Elongation factor Tu (EF-Tu) is required to bind arriving tRNA molecules at the ribosome A site.

Question 51

What, exactly, catalyzes the formation of the peptide bonds during translation?

Answer 51

The peptidyl transferase activity of the ribosomal RNA (rRNA) in the large subunit catalyzes the formation of peptide bonds during translation.

Question 52

What happens during the translocation event in protein synthesis? What 3 elongation factors are required? How much 'energy' is needed for each translocation event?

Answer 52

During translocation, the ribosome moves along the mRNA, shifting the tRNA from the A site to the P site.
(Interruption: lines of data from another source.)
// The small torque-speed chart of a quote line, drawn with pdfkit vector paths: motor torque at
// nominal (solid teal) and low line (dashed teal) against the fan's load torque (copper), with
// both operating points marked and labelled with their speed.
import type { LineDutyPoint } from '../../shared/contracts/quote.contract'
import { COLOURS, FONT, line, type Pdf } from './pdf-kit'

type CurvePoint = { rpm: number; torqueNm: number }

export interface Box {
  x: number
  y: number
  w: number
  h: number
}

/** A "nice" axis: ticks at 1, 2, 2.5 or 5 x 10^k from zero up to at least `max`. */
export function niceAxis(max: number, targetTicks = 5): { max: number; step: number; ticks: number[]; decimals: number } {
  const safeMax = Number.isFinite(max) && max > 0 ? max : 1
  const raw = safeMax / targetTicks
  const magnitude = 10 ** Math.floor(Math.log10(raw))
  const step = ([1, 2, 2.5, 5, 10].map((m) => m * magnitude).find((s) => s >= raw) ?? 10 * magnitude)
  const count = Math.ceil(safeMax / step - 1e-9)
  const ticks = Array.from({ length: count + 1 }, (_, i) => i * step)
  const decimals = Math.max(0, -Math.floor(Math.log10(step) + 1e-9) + (step / magnitude === 2.5 ? 1 : 0))
  return { max: count * step, step, ticks, decimals }
}

/** Linear interpolation on a curve sorted by rpm; clamps at the ends; null for an empty curve. */
export function torqueAt(curve: readonly CurvePoint[], rpm: number): number | null {
  const first = curve[0]
  if (first === undefined) return null
  if (rpm <= first.rpm) return first.torqueNm
  for (let i = 1; i < curve.length; i++) {
    const a = curve[i - 1]
    const b = curve[i]
    if (a === undefined || b === undefined) continue
    if (rpm <= b.rpm) {
      const t = b.rpm === a.rpm ? 0 : (rpm - a.rpm) / (b.rpm - a.rpm)
      return a.torqueNm + t * (b.torqueNm - a.torqueNm)
    }
  }
  return curve[curve.length - 1]?.torqueNm ?? null
}

const PLOT_INSET = { left: 34, right: 8, top: 14, bottom: 40 }
const integer = new Intl.NumberFormat('en-US', { maximumFractionDigits: 0 })
export const rpmText = (rpm: number): string => `${integer.format(Math.round(rpm))} r/min`

export function drawTorqueChart(doc: Pdf, box: Box, dp: LineDutyPoint): void {
  const curves = [dp.motorCurve, dp.motorLowLineCurve, dp.loadCurve]
  const all = curves.flat()
  const xAxis = niceAxis(Math.max(...all.map((p) => p.rpm), dp.nominal.rpm, 1), 4)
  const yAxis = niceAxis(Math.max(...all.map((p) => p.torqueNm), 1e-6), 4)
  const plot = {
    x: box.x + PLOT_INSET.left,
    y: box.y + PLOT_INSET.top,
    w: box.w - PLOT_INSET.left - PLOT_INSET.right,
    h: box.h - PLOT_INSET.top - PLOT_INSET.bottom,
  }
  const px = (rpm: number): number => plot.x + (rpm / xAxis.max) * plot.w
  const py = (torque: number): number => plot.y + plot.h - (torque / yAxis.max) * plot.h

  // Grid, axes, ticks.
  doc.save().lineWidth(0.4).strokeColor(COLOURS.grid)
  for (const t of yAxis.ticks.slice(1)) doc.moveTo(plot.x, py(t)).lineTo(plot.x + plot.w, py(t)).stroke()
  for (const t of xAxis.ticks.slice(1)) doc.moveTo(px(t), plot.y).lineTo(px(t), plot.y + plot.h).stroke()
  doc.restore()
  doc.save().lineWidth(0.7).strokeColor(COLOURS.muted)
  doc.moveTo(plot.x, plot.y).lineTo(plot.x, plot.y + plot.h).lineTo(plot.x + plot.w, plot.y + plot.h).stroke()
  for (const t of yAxis.ticks) doc.moveTo(plot.x - 3, py(t)).lineTo(plot.x, py(t)).stroke()
  for (const t of xAxis.ticks) doc.moveTo(px(t), plot.y + plot.h).lineTo(px(t), plot.y + plot.h + 3).stroke()
  doc.restore()
  const tickStyle = { size: 6.5, color: COLOURS.muted }
  for (const t of yAxis.ticks) line(doc, t.toFixed(yAxis.decimals), plot.x - 30, py(t) - 3, { ...tickStyle, align: 'right', width: 26 })
  for (const t of xAxis.ticks) line(doc, integer.format(Math.round(t)), px(t) - 20, plot.y + plot.h + 5, { ...tickStyle, align: 'center', width: 40 })
  line(doc, 'Torque (N m)', box.x, box.y, { size: 7, color: COLOURS.muted })
  line(doc, 'Speed (r/min)', plot.x, plot.y + plot.h + 14, { size: 7, color: COLOURS.muted, align: 'center', width: plot.w })

  // Curves, clipped to the plot area.
  doc.save()
  doc.rect(plot.x, plot.y, plot.w, plot.h).clip()
  polyline(doc, dp.loadCurve, px, py, { color: COLOURS.copper, width: 1.3 })
  polyline(doc, dp.motorLowLineCurve, px, py, { color: COLOURS.teal, width: 1.1, dash: true })
  polyline(doc, dp.motorCurve, px, py, { color: COLOURS.teal, width: 1.4 })
  doc.restore()

  // Operating points: on the load curve at the solved speed (the two curves meet there).
  const nominalT = torqueAt(dp.loadCurve, dp.nominal.rpm) ?? torqueAt(dp.motorCurve, dp.nominal.rpm) ?? 0
  const lowT = torqueAt(dp.loadCurve, dp.lowLine.rpm) ?? torqueAt(dp.motorLowLineCurve, dp.lowLine.rpm) ?? 0
  const nominalPt = { x: px(dp.nominal.rpm), y: py(nominalT) }
  const lowPt = { x: px(dp.lowLine.rpm), y: py(lowT) }
  doc.save().circle(lowPt.x, lowPt.y, 2.6).lineWidth(1).fillAndStroke(COLOURS.white, COLOURS.teal).restore()
  doc.save().circle(nominalPt.x, nominalPt.y, 2.6).fill(COLOURS.teal).restore()
  // Nominal label above the point, low-line label below it, both ending left of the point (the
  // points sit near the right of the plot, close to synchronous speed).
  pointLabel(doc, rpmText(dp.nominal.rpm), nominalPt.x - 5, Math.max(plot.y, Math.min(nominalPt.y, lowPt.y) - 13), plot.x + 2)
  pointLabel(doc, rpmText(dp.lowLine.rpm), lowPt.x - 5, Math.min(plot.y + plot.h - 10, Math.max(nominalPt.y, lowPt.y) + 5), plot.x + 2)

  // Legend under the axis label.
  const ly = box.y + box.h - 9
  let lx = box.x + 4
  lx = legendItem(doc, lx, ly, `${dp.supply.volts} V`, { color: COLOURS.teal, width: 1.4 })
  lx = legendItem(doc, lx, ly, `low line ${dp.lowLine.volts} V`, { color: COLOURS.teal, width: 1.1, dash: true })
  legendItem(doc, lx, ly, 'fan load', { color: COLOURS.copper, width: 1.3 })
}

interface Stroke {
  color: string
  width: number
  dash?: boolean
}

function polyline(doc: Pdf, points: readonly CurvePoint[], px: (r: number) => number, py: (t: number) => number, s: Stroke): void {
  const first = points[0]
  if (first === undefined) return
  doc.save().lineWidth(s.width).strokeColor(s.color).lineJoin('round')
  if (s.dash) doc.dash(3, { space: 2 })
  doc.moveTo(px(first.rpm), py(first.torqueNm))
  for (const p of points.slice(1)) doc.lineTo(px(p.rpm), py(p.torqueNm))
  doc.stroke()
  doc.restore()
}

function pointLabel(doc: Pdf, text: string, rightX: number, y: number, minX: number): void {
  doc.font(FONT.bold).fontSize(6.5)
  const w = doc.widthOfString(text)
  // A point near zero speed (a motor that does not start) gets its label on its right instead.
  if (rightX - w < minX) rightX = rightX + w + 10
  doc.save().rect(rightX - w - 2, y - 1, w + 4, 9).fillOpacity(0.85).fill(COLOURS.white).restore()
  line(doc, text, rightX - w, y, { font: FONT.bold, size: 6.5, color: COLOURS.teal })
}

function legendItem(doc: Pdf, x: number, y: number, label: string, s: Stroke): number {
  doc.save().lineWidth(s.width).strokeColor(s.color)
  if (s.dash) doc.dash(3, { space: 2 })
  doc.moveTo(x, y + 3.5).lineTo(x + 14, y + 3.5).stroke()
  doc.restore()
  const w = line(doc, label, x + 17, y, { size: 6.5, color: COLOURS.muted })
  return x + 17 + w + 10
}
Three elongation factors (EF-Tu, EF-Ts, and EF-G) are required, and one GTP is hydrolyzed for each translocation event.

Question 53

What is a polysome?

Answer 53

A polysome is a complex of multiple ribosomes translating the same mRNA simultaneously, allowing for efficient protein synthesis.

Question 54

What are release factors?

Answer 54

Release factors are proteins that recognize stop codons and promote the release of the newly synthesized polypeptide from the ribosome.

Question 55

What is the general function of ribosomal proteins?

Answer 55

Ribosomal proteins help to stabilize the ribosomal RNA structure and facilitate the assembly and function of the ribosome.

Question 56

What is/are the functions of 16S ribosomal RNA? of 23S ribosomal RNA?

Answer 56

16S rRNA is involved in the recognition of the mRNA and initiation of translation, while 23S rRNA has peptidyl transferase activity, catalyzing peptide bond formation.

Question 57

What causes a ribosome to become 'trapped' or 'stalled' on a mRNA molecule?

Answer 57

A ribosome can become trapped or stalled due to the presence of a problematic codon, lack of a corresponding tRNA, or other translation errors.

Question 58

What is tmRNA? How does it work to 'rescue' stalled ribosomes?

Answer 58

tmRNA is a molecule that acts as both tRNA and mRNA, allowing stalled ribosomes to add a short peptide tag to incomplete proteins, facilitating their degradation.

Question 59

What happens to the protein that is made by a stalled ribosome?

Answer 59

The protein made by a stalled ribosome is often incomplete and may be tagged for degradation or misfolded, leading to potential cellular stress.